Sunday, January 20, 2013

Sheer Braverism

I was on Facebook last night as always, and I came across a story. I am the type of person who is a sucker for the sad stories about pets or just plain amazing stories about war heros. Cassie laughs at me constantly saying most of them are not true, but hey, someone did a really good job with their fancy fiction skills. Real or not, most of them make me cry.

Sometimes I hit the like button for things just because I feel like someone put some effort into making the post. I saw one where someone said like if you can see Him. It was a picture of some clouds with the sun coming through and it had an outline of Jesus in it. Destiny and Kim thought it was hilarious and asked me why I liked it and I said, "Sometimes I just feel like I should like at least one Jesus post. I mean someone out there worked really hard to photoshop Jesus into those clouds."
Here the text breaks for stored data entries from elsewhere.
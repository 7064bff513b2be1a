import type { SetupItem } from '@/lib/model/code-book'
import { setups } from './setups'

/** What the chapter opens beyond the set-ups of the first one. */
export const RUN_SETUPS: SetupItem[] = setups([
  ['flywheelCoverOff', 'Flywheel cover off', 18, ['sidePanelOff'], true],
  ['exhaustValveOpen', 'Exhaust valve cover off', 12, ['sidePanelOff'], true],
  ['injectorOut', 'Injector out, still on its fuel line', 10, ['railRelieved'], true],
  ['drivenEndUp', 'One driven wheel or the track off the ground', 4, [], true],
])
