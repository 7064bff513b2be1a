import * as z from 'zod/mini'
import { slug } from '@/lib/model/id'
import { sentence } from '@/lib/model/sentence'

/** Two faults that no check or swap of the book tells apart, and why that is left so (rule CB11). */
export type Unseparated = { faults: readonly [string, string]; reason: string }

/** The same as it comes from a file. */
export const unseparatedPair = z.strictObject({
  faults: z.tuple([slug, slug]),
  reason: sentence,
})
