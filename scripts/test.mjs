// npm test: does its own set-up and runs every check and test; `npm test -- check|unit|e2e` runs one part.
// The last line is the sum over all runners: `N passed, N failed`.
import { spawnSync } from 'node:child_process'
import { existsSync, mkdirSync, readFileSync, rmSync } from 'node:fs'
import { join } from 'node:path'
import {
  build,
  database,
  fillDatabase,
  installPackages,
  modules,
  root,
  say,
  settings,
} from './setup.mjs'

const only = process.argv[2]
const wants = (part) => only === undefined || only === part
const sum = { passed: 0, failed: 0 }
const results = join(root, '.data', 'results')
rmSync(results, { recursive: true, force: true })
mkdirSync(results, { recursive: true })

settings()
modules()
const db = await database('farbench_test')

/** Runs one runner; a runner that dies without a result counts as one failure. */
function runner(name, command, args, count, env = {}) {
  say(name)
  const done = spawnSync(command, args, {
    stdio: 'inherit',
    cwd: root,
    env: { ...process.env, ...env },
  })
  let counted = { passed: 0, failed: 0 }
  try {
    counted = count(done)
  } catch (problem) {
    console.error(`${name}: no result (${problem.message})`)
  }
  if (done.status !== 0 && counted.failed === 0) counted.failed = 1
  sum.passed += counted.passed
  sum.failed += counted.failed
  say(`${name}: ${counted.passed} passed, ${counted.failed} failed`)
}

/** Browser tests begin with the demo shops alone, whatever an earlier run left. */
async function dropDatabase(name) {
  const { default: pg } = await import('pg')
  const admin = new pg.Client(db.adminUrl)
  await admin.connect()
  await admin.query(`drop database if exists ${name} with (force)`)
  await admin.end()
}

const readJson = (file) => JSON.parse(readFileSync(join(results, file), 'utf8'))

if (wants('check'))
  runner('check', process.execPath, ['scripts/check.mjs'], () => readJson('check.json'))

if (wants('unit'))
  runner(
    'unit, standards, database, sync',
    join('node_modules', '.bin', 'vitest'),
    [
      'run',
      '--reporter=default',
      '--reporter=json',
      `--outputFile.json=${join(results, 'vitest.json')}`,
    ],
    () => {
      const report = readJson('vitest.json')
      return {
        passed: report.numPassedTests,
        failed:
          report.numFailedTests +
          (report.numFailedTestSuites > 0 && report.numFailedTests === 0 ? 1 : 0),
      }
    },
  )

if (wants('e2e')) {
  if (!existsSync('/usr/bin/chromium')) installPackages('chromium')
  build()
  await dropDatabase('farbench_e2e')
  await database('farbench_e2e')
  fillDatabase()
  runner(
    'end to end',
    join('node_modules', '.bin', 'playwright'),
    ['test'],
    () => {
      const { stats } = readJson('e2e.json')
      return { passed: stats.expected, failed: stats.unexpected + stats.flaky }
    },
    { NODE_ENV: 'test' },
  )
}

if (db.started) {
  const { stopDatabase } = await import('./db.mjs')
  await stopDatabase()
}
console.log(`${sum.passed} passed, ${sum.failed} failed`)
process.exit(sum.failed === 0 && sum.passed > 0 ? 0 : 1)
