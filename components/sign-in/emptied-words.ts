/** Said on a phone that the shop took out, once everything on it was handed over and deleted (Q4). */
export const EMPTIED_WORDS =
  'The shop took this phone out. Everything on it was handed over to the owner, then deleted here. To use it again, sign in.'
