import { fleschKincaid } from 'flesch-kincaid'
import { syllable } from 'syllable'
import type { CheckItem, SwapItem, SymptomItem } from '@/lib/model/code-book'
import type { BookProblem, Books } from './book-problem'

/** Flesch-Kincaid grade (Kincaid et al. 1975); plain words for the public end at about 8 (common practice, no source). */
const HARDEST_GRADE = 8
/** A step is read with one hand on the machine (our own choice). */
const MOST_WORDS = 30
/** First look: minutes it may take, and what the machine may do meanwhile (our own choice). */
const LOOK_MINUTES = 3

/** [CB19] [CB21] Steps too hard to read, and first looks that are no look. */
export function checkWords({ shelf }: Books): BookProblem[] {
  const looks = new Map(shelf.check.map((c) => [c.id, c]))
  return [
    ...[...shelf.check, ...shelf.swap].flatMap(hardSteps),
    ...shelf.symptom.flatMap((symptom) => firstLooks(symptom, looks)),
    ...shelf.symptom.flatMap((symptom) => opensRightly(symptom, shelf.fault)),
  ]
}

const wordsOf = (text: string): string[] => text.match(/[\p{L}\p{N}'-]+/gu) ?? []
const sentencesOf = (text: string): number =>
  Math.max(1, (text.match(/[.!?:](?:\s|$)/g) ?? []).length)

/** The grade of school that reads these steps with ease. */
export function gradeOf(texts: readonly string[]): number {
  const words = texts.flatMap(wordsOf)
  return fleschKincaid({
    sentence: texts.reduce((sum, text) => sum + sentencesOf(text), 0),
    word: words.length,
    syllable: words.reduce((sum, word) => sum + syllable(word), 0),
  })
}

function hardSteps({ id, steps }: CheckItem | SwapItem): BookProblem[] {
  const found = (words: string): BookProblem => ({ kind: 'readingLevel', id, words })
  const grade = gradeOf(steps.map((s) => s.text))
  const long = steps.filter((s) => wordsOf(s.text).length > MOST_WORDS)
  return [
    ...(grade > HARDEST_GRADE ? [found(`steps read like grade ${grade.toFixed(1)}`)] : []),
    ...long.map((s) =>
      found(`a step of ${wordsOf(s.text).length} words: "${s.text.slice(0, 40)}"`),
    ),
  ]
}

function firstLooks(symptom: SymptomItem, checks: ReadonlyMap<string, CheckItem>): BookProblem[] {
  return symptom.firstLook.flatMap((id) => {
    const check = checks.get(id)
    if (check === undefined) return []
    const quick = check.minutes <= LOOK_MINUTES && ['off', 'keyOn'].includes(check.machineState)
    return quick && check.guideSafe
      ? []
      : [
          {
            kind: 'firstLook' as const,
            id: symptom.id,
            words: `${id} is no first look: at most ${LOOK_MINUTES} minutes, engine still, safe for a guide`,
          },
        ]
  })
}

function opensRightly(
  { id, opens }: SymptomItem,
  faults: readonly { shares: readonly { symptom: string }[] }[],
): BookProblem[] {
  const shared = faults.some((f) => f.shares.some((s) => s.symptom === id))
  return shared && opens === 'wayOut'
    ? [{ kind: 'orphan', id, words: 'opens the way out, and faults share it' }]
    : []
}
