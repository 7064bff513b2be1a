import type { Chapter } from './chapter'
import { HAND_START_CHECKS } from './checks-hand-start'
import { LEAK_CHECKS } from './checks-leaks'
import { CYLINDER_CHECKS } from './checks-mishap-cylinder'
import { ROLL_CHECKS } from './checks-mishap-roll'
import { WATER_CHECKS } from './checks-mishap-water'
import { NOISE_CHECKS } from './checks-noise'
import { NOISE_INSIDE_CHECKS } from './checks-noise-inside'
import { OIL_CHECKS } from './checks-oil'
import { OIL_FEED_CHECKS } from './checks-oil-feed'
import { THROTTLE_CHECKS } from './checks-throttle'
import { HAND_START_FAULTS } from './faults-hand-start'
import { ROLL_FAULTS } from './faults-mishap-roll'
import { WATER_FAULTS } from './faults-mishap-water'
import { NOISE_FAULTS } from './faults-noise'
import { OIL_FAULTS } from './faults-oil'
import { THROTTLE_FAULTS } from './faults-throttle'
import { MISHAP_ROWS } from './rows-mishap'
import { MISHAP_SETUPS } from './setups-mishap'
import { MISHAP_SHARES } from './shares-mishap'
import { MISHAP_SWAPS } from './swaps-mishap'
import { MISHAP_SYMPTOMS } from './symptoms-mishap'
import { MISHAP_WORDS } from './words-mishap'

/** What happened to it: stuck, submerged, rolled; throttle, noise, oil, hand start, fuel smell. */
export const MISHAP: Chapter = {
  symptoms: MISHAP_SYMPTOMS,
  faults: [
    ...WATER_FAULTS,
    ...ROLL_FAULTS,
    ...THROTTLE_FAULTS,
    ...NOISE_FAULTS,
    ...OIL_FAULTS,
    ...HAND_START_FAULTS,
  ],
  shares: MISHAP_SHARES,
  checks: [
    ...WATER_CHECKS,
    ...CYLINDER_CHECKS,
    ...ROLL_CHECKS,
    ...THROTTLE_CHECKS,
    ...NOISE_CHECKS,
    ...NOISE_INSIDE_CHECKS,
    ...OIL_CHECKS,
    ...OIL_FEED_CHECKS,
    ...HAND_START_CHECKS,
    ...LEAK_CHECKS,
  ],
  swaps: MISHAP_SWAPS,
  setups: MISHAP_SETUPS,
  words: MISHAP_WORDS,
  rows: MISHAP_ROWS,
  swapRows: {
    plugSwap: {
      waterInCrankcase: [62, 37, 1],
      waterInIntake: [72, 27, 1],
      cylinderFlooded: [58, 41, 1],
      oilInAirbox: [66, 33, 1],
    },
  },
  unseparated: [],
}
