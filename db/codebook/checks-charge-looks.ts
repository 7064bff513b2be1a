import type { CheckItem } from '@/lib/model/code-book'
import { BATTERY_GAS, KEY_OFF } from './cautions'
import { BOILING_BATTERY, HOT_REGULATOR } from './cautions-charge'
import { check } from './draft'
import { WITH_BATTERY } from './gates-charge'
import { PRACTICE } from './sources'

/** Charging by eye, nose and hand, engine still. */
export const CHARGE_LOOKS: CheckItem[] = [
  check({
    id: 'batteryCaseLook',
    name: 'Battery case: sides, wet, heat, smell',
    purpose: 'Finds a battery that was boiled by too many volts, or has died.',
    gate: WITH_BATTERY,
    guideSafe: true,
    setups: ['seatOff'],
    minutes: 2,
    steps: [
      ['Key off. Look from a step away: swollen, split, smoking, hissing?', BOILING_BATTERY],
      ['No? Smell near it. Rotten eggs mean that it was boiled.', BATTERY_GAS],
      'Back of the hand near each side. Is one warm?',
      'Look for wet, white or eaten spots on the tray and below.',
    ],
    cautions: [BOILING_BATTERY, BATTERY_GAS],
    record: 'Sides flat or swollen, wet, warm, smell, age on the label; photo.',
    outcomes: [
      ['sound', 'Flat, dry, cool, no smell'],
      ['stained', 'Old stains or white crust, otherwise flat and dry'],
      ['boiled', 'Swollen, wet, hot or smells'],
    ],
    table: {
      regulatorOvercharges: [26, 17, 57],
      batteryFailed: [50, 21, 29],
      batteryTerminalLoose: [65, 32, 3],
      batteryLow: [74, 22, 4],
      groundPoor: [71, 27, 2],
    },
    otherwise: [84, 14.5, 1.5],
    expected: [{ words: 'Sides flat, dry, as cool as the air, no smell.', source: PRACTICE }],
    passDoesNotProve: 'A battery can look new and have a dead cell.',
    stopWhen: 'Swollen, hissing or hot: leave it and stand away.',
    basis: 'commonPractice',
    basisWords: 'Overcharge boils a battery and shows on its case. Shares are guesses.',
  }),
  check({
    id: 'chargingPlugLook',
    name: 'Charging plug: brown, melted or loose',
    purpose: 'Finds the plug between stator, regulator and battery that has burnt.',
    gate: WITH_BATTERY,
    guideSafe: true,
    setups: ['sidePanelOff'],
    tools: ['lamp'],
    minutes: 3,
    steps: [
      ['Key off. Find the finned box and follow its thick wires to the plugs.', HOT_REGULATOR],
      'Look for brown, shiny or sunken plastic, and for stiff wires.',
      ['Part each plug. Look at the pins: bright, black, green or wet?', KEY_OFF],
      'Push it home until it clicks. Tug each wire once.',
    ],
    cautions: [HOT_REGULATOR, KEY_OFF],
    record: 'Which plug, colour of plastic and pins; photo.',
    outcomes: [
      ['bright', 'Plastic as new, pins bright, tight'],
      ['doubt', 'Dirty, damp or loose'],
      ['burnt', 'Brown, melted or black pins'],
    ],
    table: {
      chargingPlugBurnt: [7, 18, 75],
      statorFault: [59, 24, 17],
      regulatorDead: [63, 23, 14],
      regulatorFailed: [58, 22, 20],
      regulatorOvercharges: [70, 20, 10],
      keySwitchHarness: [70, 24, 6],
      groundPoor: [72, 25, 3],
    },
    otherwise: [82, 17, 1],
    expected: [
      { words: 'Same colour as the other plugs, pins bright, clicks in.', source: PRACTICE },
    ],
    passDoesNotProve: 'A pin can be open inside a plug that looks new.',
    stopWhen: 'Smoke or a hot plug with the key off: battery off.',
    basis: 'physics',
    basisWords: 'A poor joint that carries the whole charge heats its plastic. Shares are guesses.',
  }),
  check({
    id: 'extraLoadLook',
    name: 'What draws, and how it was ridden',
    purpose: 'Tells a charging fault from a machine that used more than it makes.',
    gate: WITH_BATTERY,
    guideSafe: true,
    light: 'any',
    minutes: 2,
    steps: [
      'Ask how it was ridden today: walking pace, long idling, winching?',
      'Look for added lamps, heaters, pumps, music and a winch.',
      'Feel if any of them stays warm with the key off.',
      'Note which were on, and for how long.',
    ],
    record: 'Each added load, how long on, pace of the day.',
    outcomes: [
      ['asBuilt', 'As built, ridden briskly'],
      ['some', 'Some added load or slow hours'],
      ['heavy', 'Much load for long at low engine speed'],
    ],
    table: {
      loadTooGreat: [8, 28, 64],
      parasiticDrain: [34, 45, 21],
      chargeFuseOpen: [52, 28, 20],
      statorFault: [56, 28, 16],
      batteryFailed: [62, 27, 11],
      chargingPlugBurnt: [61, 27, 12],
    },
    otherwise: [70, 23, 7],
    expected: [
      {
        words: 'A small machine makes some 100 to 400 W at speed, at idle a third of it.',
        source: PRACTICE,
      },
    ],
    passDoesNotProve: 'A heater that was built in draws as much as an added one.',
    basis: 'guess',
    basisWords: 'Sums of watts are physics; what riders remember is a guess.',
  }),
]
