import type { MachineModel } from '@/lib/model/machine-model'
import { demoParts } from './demo-build'
import { page } from './demo-figures'
import { HEATH_300_COMPONENTS } from './demo-heath-300-components'

/** The parts the demo shop buys for this model; numbers, prices and failure shares are invented. */
const PARTS = demoParts([
  ['ignitionCoil', ['TH-0300-052', 7400, 2], ['AX-7730', 2600, 8]],
  ['sparkPlug', ['TH-0300-020', 700, 1], ['AX-0316', 400, 2]],
  ['plugCap', ['TH-0300-021', 1100, 2], ['AX-7754', 600, 4]],
  ['fuseSet', ['TM-0900-060', 900, 1], ['AX-5060', 400, 1]],
  ['crankSensorUnit', ['TH-0300-053', 6800, 2], ['AX-7763', 2900, 8]],
  ['carburettorKit', ['TH-0300-033', 3600, 1], ['AX-1630', 1600, 4]],
  ['fuelFilter', ['TH-0300-034', 900, 1], ['AX-2230', 400, 2]],
  ['airFilter', ['TH-0300-024', 2400, 1], ['AX-1430', 1200, 2]],
  ['intakeBoot', ['TH-0300-025', 2900, 1], ['AX-1530', 1600, 4]],
  ['battery12V', ['TH-0300-060', 9900, 3], ['AX-1230', 5900, 6]],
  ['batteryTerminal', ['TM-0900-061', 600, 1], ['AX-1231', 300, 1]],
  ['groundStrap', ['TH-0300-061', 1900, 1], ['AX-1206', 1100, 1]],
  ['stopSwitch', ['TH-0300-054', 3400, 1], ['AX-2930', 1500, 4]],
  ['recoilRope', ['TH-0300-045', 900, 1], ['AX-2845', 500, 3]],
  ['padSet', ['TH-0300-080', 3400, 1], ['AX-8030', 1700, 4]],
  ['wheelBearingSet', ['TH-0300-082', 4200, 1], ['AX-8230', 2100, 5]],
  ['fourWheelUnit', ['TH-0300-074', 26900, 3]],
])

/** Units 16 and 17 of the demo fleet: an air-cooled ATV with a carburettor and a shaft. Maker, model and every figure are invented. */
export const HEATH_300: MachineModel = {
  id: '01980000-0000-7000-8000-000000000208',
  maker: 'Tarnholt',
  model: 'Heath 300',
  features: {
    kind: 'atv',
    strokes: 'four',
    fuelling: 'carburettor',
    battery: 'yes',
    primesAtKeyOn: 'no',
    coilType: 'capacitive',
    cooling: 'air',
    drive: 'shaft',
    neutral: 'yes',
    electricStart: 'yes',
    handStart: 'recoil',
    electronicThrottle: 'no',
    steeringAssist: 'no',
    cylinders: 'one',
  },
  specSheet: {
    showCodes: {
      steps: ['The ignition box stores no codes. There is nothing to read out.'],
      clearSteps: ['Nothing to clear.'],
      source: page(4),
    },
    components: HEATH_300_COMPONENTS,
    cutOut: 'closesToStop',
    engagementRpm: 1800,
    massKg: 234,
    towPreparation:
      'Lever in neutral, switch at two-wheel drive, fuel tap shut. Tow by the front hitch at walking pace, nobody on it downhill without brakes.',
    parts: PARTS,
    demo: true,
  },
  source: 'demo, invented',
}
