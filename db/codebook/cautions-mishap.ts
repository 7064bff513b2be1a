import type { Caution } from '@/lib/model/code-book'

/** Cautions of the mishap chapter, said the same way wherever they apply; signal words after ANSI Z535.6. */
export const NO_CRANK_WATER: Caution = {
  signal: 'WARNING',
  text: 'Water cannot be squeezed: one turn of the starter bends the rod or breaks the case. Plugs out before anybody cranks, pulls or kicks.',
}
export const SPRAYS_OUT: Caution = {
  signal: 'WARNING',
  text: 'Water, oil or fuel shoots out of open plug holes. Faces away, caps grounded far from the holes, no flame near.',
}
export const BY_HAND: Caution = {
  signal: 'WARNING',
  text: 'Key out, neutral proved by pushing, brake on. Fingers clear of chain, belt and fan: they move with the engine.',
}
export const ROLL_BY_HAND: Caution = {
  signal: 'WARNING',
  text: 'Level ground, key out, neutral. Nobody in front or behind, feet and sleeves clear of wheels, track and chain.',
}
export const UNSTEADY: Caution = {
  signal: 'DANGER',
  text: 'A machine on its side can roll on and kill. Nobody below it; chock or strap it before hands go near.',
}
export const HOLD_ROLLED: Caution = {
  signal: 'WARNING',
  text: 'A machine that rolled stays on hold: nobody rides it before steering, brakes, throttle, wheels and fuel are examined.',
}
export const NO_FLAME: Caution = {
  signal: 'DANGER',
  text: 'Petrol vapour lies low and catches fire from a spark. Nobody smokes, no start, key stays off until all is dry and aired.',
}
export const STOP_SWITCH_FIRST: Caution = {
  signal: 'WARNING',
  text: 'A throttle that sticks runs away with you. Stop it with the stop switch, not the throttle, and do not ride it.',
}
export const KNOCK_STOP: Caution = {
  signal: 'WARNING',
  text: 'A deep knock can break the engine and lock the drive at speed. Stop it now; it is not ridden out.',
}
export const OIL_STOP: Caution = {
  signal: 'WARNING',
  text: 'An engine short of oil is ruined in minutes and may lock. Stop it at once; no start before the oil is right.',
}
export const HOT_OIL: Caution = {
  signal: 'CAUTION',
  text: 'Hot oil scalds. Let it cool until you can hold a hand on the case; gloves on.',
}
export const SLIPPERY_OIL: Caution = {
  signal: 'WARNING',
  text: 'Oil on a hot exhaust can burn, and oil on brakes or tyres takes their grip. Wipe it off before any ride.',
}
export const WOUND_SPRING: Caution = {
  signal: 'WARNING',
  text: 'The recoil spring is wound up and can fly out and cut. Glasses and gloves on; hold the drum until it has unwound.',
}
export const KICKS_BACK: Caution = {
  signal: 'WARNING',
  text: 'An engine that fires can kick the lever or rope back and break bones. Key off, stop switch to stop, plug cap off and grounded; gear in neutral.',
}
export const COLD_SKIN: Caution = {
  signal: 'CAUTION',
  text: 'Wet hands freeze to cold metal. Gloves on, and dry clothes before any long work.',
}
export const PEOPLE_FIRST: Caution = {
  signal: 'DANGER',
  text: 'People before machine: anyone hurt, trapped, soaked or cold is looked after first. Call for help now if in doubt.',
}
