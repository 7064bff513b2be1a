import type { Chapter } from './chapter'
import { START_BATTERY_CHECKS } from './checks-start-battery'
import { START_LOOKS } from './checks-start-looks'
import { START_METER_CHECKS } from './checks-start-meter'
import { PRESS_CHECKS } from './checks-start-press'
import { START_SWITCH_CHECKS } from './checks-start-switch'
import { START_FAULTS } from './faults-start'
import { START_ROWS } from './rows-start'
import { START_SETUPS } from './setups-start'
import { START_SHARES } from './shares-start'
import { START_SWAPS } from './swaps-start'
import { START_SYMPTOMS } from './symptoms-start'
import { START_WORDS } from './words-start'

/** Starter, interlocks and dead electrics. */
export const STARTING: Chapter = {
  symptoms: START_SYMPTOMS,
  faults: START_FAULTS,
  shares: START_SHARES,
  checks: [
    ...START_LOOKS,
    ...PRESS_CHECKS,
    ...START_METER_CHECKS,
    ...START_SWITCH_CHECKS,
    ...START_BATTERY_CHECKS,
  ],
  swaps: START_SWAPS,
  setups: START_SETUPS,
  words: START_WORDS,
  rows: START_ROWS,
  swapRows: {
    plugSwap: { hydraulicLock: [60, 38, 2] },
  },
  unseparated: [],
}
Yes, I have a problem. The ones I really can't stand are the ones that are like keep scrolling if you love Satan or like if you love Jesus. You know the ones I am talking about. The ones where Satan is redder than a stop sign with those Jigsaw circles on his cheek. I personally do not think God is up there making tally marks every time we skip down the newsfeed. If it worked like that, I would have an express first class ticket to Hell along with everyone else on Facebook.

I came across a particular story last night that touched my heart. It takes place out in Huston, Texas at a diner. A waiter there refused service to a couple who moved to be further away from a boy and his family. The little boy has Down's Syndrome. The couple moved away from him for a reason unknown to me. Maybe he was being loud like my friend Sarah's daughter Kinley is whenever we go out or maybe he was just sitting there quietly enjoying his mac n cheese.

The waiter didn't think anything of the couple moving until he heard them say, "Special children need to be special somewhere else." A huge thumbs up to the waiter, he told them, "I am sorry, I can no longer serve you." Soon after the couple left. I am sure they had something to say to the patron of the good's manager, and I am sure it wasn't pretty.

I worked as a waitress at Cracker Barrel for about two years, and I wanted to refuse service many times. Not to anything this extreme though. I probably would have lost my job if someone had asked to be moved away from a child with special needs for "cutting a beeotch." Maybe even arrested for public indecency or assault for purposely throwing their Coca Cola in their face. I am really not that extreme, but in my head, that's what I would have done.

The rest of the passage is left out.